Leonard was fuming. “Shut up!”

“Oh, I’ll shut up. Whatever you say, professor.”

It was too much for Leonard. He had scorned rough red brick till his arms ached, his hands were bleached from all the chemical indignities they’d undergone, and now he was expected to endure this verbal abuse on top of it all? It was too much. He flung the furnace door open and began firing cans and bottles into the flames. “Hey, buddy, hold it!” Chuck Lang bellowed. But it was too late. He saw the gasoline container go into the box, then Leonard kicked the door shut with his big black boot.

There was a sound in the belly of the firebox like a huge piece of ordnance going off.
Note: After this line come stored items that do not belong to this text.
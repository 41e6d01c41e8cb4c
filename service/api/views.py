"""Turning stored rows and solver results into response models."""

from __future__ import annotations

from datetime import date, time
from typing import Any

from sqlalchemy.orm import Session

from service import networks
from service.api.schemas.jobs import JobOut
from service.api.schemas.networks import NetworkCreated, NetworkOut, SolveState
from service.api.schemas.recommendations import (
    CertificateOut,
    RecommendationOut,
    RelayOut,
    TransferOut,
)
from service.jobs import SolveJob
from service.moves import Relay, Transfer, relays_of, transfers_of
from service.networks import Network, NetworkSolves
from service.serving import ServedPolicy
from solver import Recommendation
from solver.priced_result import PricedPolicy
from solver.spec import WEEKDAYS

__all__ = [
    "certificate_out",
    "network_out",
    "network_solves_out",
    "recommendation_out",
    "relays_out",
    "transfers_out",
]


def network_out(
    session: Session, network: Network, jobs: list[SolveJob] | None = None
) -> NetworkOut | NetworkCreated:
    """One network's state (with `jobs`, the answer to the write that queued them)."""
    return network_solves_out(networks.network_state(session, network), jobs)


def network_solves_out(
    solves: NetworkSolves, jobs: list[SolveJob] | None = None
) -> NetworkOut | NetworkCreated:
    network, version = solves.network, solves.version
    fields = {
        "id": network.id,
        "name": network.name,
        "archived": network.archived,
        "created_at": network.created_at,
        "version": version.number,
        "spec_hash": version.spec_hash,
        "closing_cutoff": (network.closing_cutoff or time(0)).strftime("%H:%M"),
        "mode": network.mode,
        "method": version.method,
        "solves": [
            SolveState(
                criterion=solve.criterion,
                state=solve.state.value,
                job_id=solve.job_id,
                solved_at=solve.solved_at,
                error=solve.error,
            )
            for solve in solves.solves
        ],
    }
    if jobs is None:
        return NetworkOut(**fields)
    return NetworkCreated(**fields, jobs=[JobOut.model_validate(job) for job in jobs])


def transfers_out(transfers: list[Transfer]) -> list[TransferOut]:
    return [TransferOut.model_validate(t.as_json()) for t in transfers]


def relays_out(relays: list[Relay]) -> list[RelayOut]:
    return [RelayOut.model_validate(r.as_json()) for r in relays]


def recommendation_out(
    network_id: int,
    served: ServedPolicy,
    recommendation: Recommendation,
    business_date: date | None = None,
    *,
    notes: list[str],
) -> RecommendationOut:
    """The answer to a recommendation request; `notes` as service.notes gives them."""
    result = served.result
    ids = result.location_ids
    transfers = transfers_of(result, recommendation.flows)
    phase = 0 if business_date is None else result.phase_of(business_date.weekday())
    priced: dict[str, Any] = {}
    if isinstance(result, PricedPolicy):
        priced = {
            "method": "priced",
            "residual": None,
            "upper_bound": result.upper_bound(recommendation.stock, phase=phase),
            "certificate": certificate_out(result),
        }
    fields: dict[str, Any] = {"residual": getattr(result, "residual", None), **priced}
    return RecommendationOut(
        network_id=network_id,
        criterion=served.criterion,
        version=served.version_number,
        stale=served.stale,
        solved_at=served.solved_at,
        parameters_calibrated_at=served.calibrated_at,
        stock=dict(zip(ids, recommendation.stock, strict=True)),
        transfers=transfers_out(transfers),
        stock_after_transfers=dict(zip(ids, recommendation.post_move_stock, strict=True)),
        relays=relays_out(relays_of(result, transfers, phase)),
        notes=notes,
        transfer_cost=recommendation.transfer_cost,
        expected_value=recommendation.expected_value,
        value_without_transfers=recommendation.value_without_transfers,
        gain_from_transfers=recommendation.gain_from_transfers,
        profit_per_day=result.gain,
        business_date=business_date,
        night=None if business_date is None else WEEKDAYS[business_date.weekday()],
        **fields,
    )


def certificate_out(result: PricedPolicy) -> CertificateOut:
    certificate = result.certificate
    low, high = certificate.policy_value_interval
    return CertificateOut(
        reference_stock=dict(
            zip(result.location_ids, (int(u) for u in certificate.reference_stock), strict=True)
        ),
        upper_bound=certificate.upper_bound,
        policy_value=certificate.policy_value,
        policy_value_interval=(low, high),
        certified_gap=certificate.certified_gap,
        replications=certificate.replications,
    )
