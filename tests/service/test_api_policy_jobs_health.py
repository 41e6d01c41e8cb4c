"""HTTP tests of the policy export, solve jobs, liveness and readiness, and of what every
problem response shares (RFC 9457 members, the request id, 404 and 405 for unknown routes)."""

from __future__ import annotations

import csv
import io
import json
import re
from collections.abc import Callable
from datetime import datetime
from typing import Any

import numpy as np
import pytest
from fastapi.testclient import TestClient
from numpy.testing import assert_allclose, assert_array_equal
from sqlalchemy import Engine
from threadpoolctl import threadpool_limits

from service.api.health import RUN_HEADER
from service.db.migrate import downgrade
from service.errors import DatabaseNotMigratedError
from service.main import create_app
from service.settings import Settings
from solver import NetworkSpec, PolicyResult, solve_network
from tests.service.api_support import (
    assert_problem,
    create_network,
    demo_document,
    open_client,
    pointers,
    run_worker,
    sqlite_only,
    weekly_document,
)

DEMO_SPEC = NetworkSpec.model_validate(demo_document())
# Worker and test solve the same model; only the order of floating-point sums may differ.
RTOL, ATOL = 1e-9, 1e-7


def expected_columns(spec: NetworkSpec) -> list[str]:
    lanes = [f"{lane.from_}->{lane.to}" for lane in spec.lanes]
    return [*spec.location_ids, *lanes, "value"]


def assert_rows_match(rows: list[list[float]], result: PolicyResult) -> None:
    """One row per closing stock in row-major order: stock, units per lane, value."""
    table = np.array(rows, dtype=np.float64)
    n_locations = len(result.capacities)
    assert table.shape == (result.n_states, n_locations + len(result.lanes) + 1)
    stocks = np.array(list(np.ndindex(*result.shape)), dtype=np.float64)
    assert_array_equal(table[:, :n_locations], stocks)
    assert_array_equal(table[:, n_locations:-1], result.policy_flows()[0])
    assert_allclose(table[:, -1], result.values[0], rtol=RTOL, atol=ATOL)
The furnace pipes jumped, the walls shook, and dust rained down in a noxious snowfall on their baseball caps.

“Jeez!” said Chuck, an I-told-you-so look on his face mixed with raw terror, “you ain’t no explosives expert neither!”

Robideau heard a sharp bang and the door of the chute burst open, striking Overberg under the shoulder blades, driving him forward on a blast of expanding gasses and black soot straight into the chief’s arms. The chief dropped the bar, snatched the gun away, spun Overberg around, and hustled him out of the room.

“So you never did find that poor girl — I knew you wouldn’t.”

Robideau glanced up from his paperwork, miffed.

“I found out what happened to her. Doesn’t that count?”

Mrs. Robideau gave a grudging sigh.

“Oh, I imagine it does. In a way. But what I had in mind, you’d bring the girl back, all smiling.”

“She won’t be smiling, ever again. Teddy Tozer saw to that. But then Teddy won’t be smiling either, compliments of Roald Overberg, so there’s some justice to it, I suppose.”

“And you figure Overberg will get ten years? If that’s justice, you can keep it!”

“Well, he didn’t kill the girl — not directly. And a jury may buy his self-defense argument after they hear about Tozer’s history and view what we pulled out of the furnace grate.”

“That pewter bracelet.”

The chief nodded. He added, uncomfortably, “And... a few other things.”

“He should get life!”

“He will. He’s in his seventies.”

Mrs. Robideau was not mollified. “They could stick a few more years on him if they tried. What about those bylaws he broke? They should be good for an extra six months. I mean, what’s the good of having bylaws if you’re only going to use them against ordinary citizens?”

“I don’t make the laws, I only enforce them.” Robideau set down his pen. “At the risk of quoting Leonard Boski, I just work here.”

“Is that what you call it?”

He looked at her. “You do tease me unmercifully, don’t you?”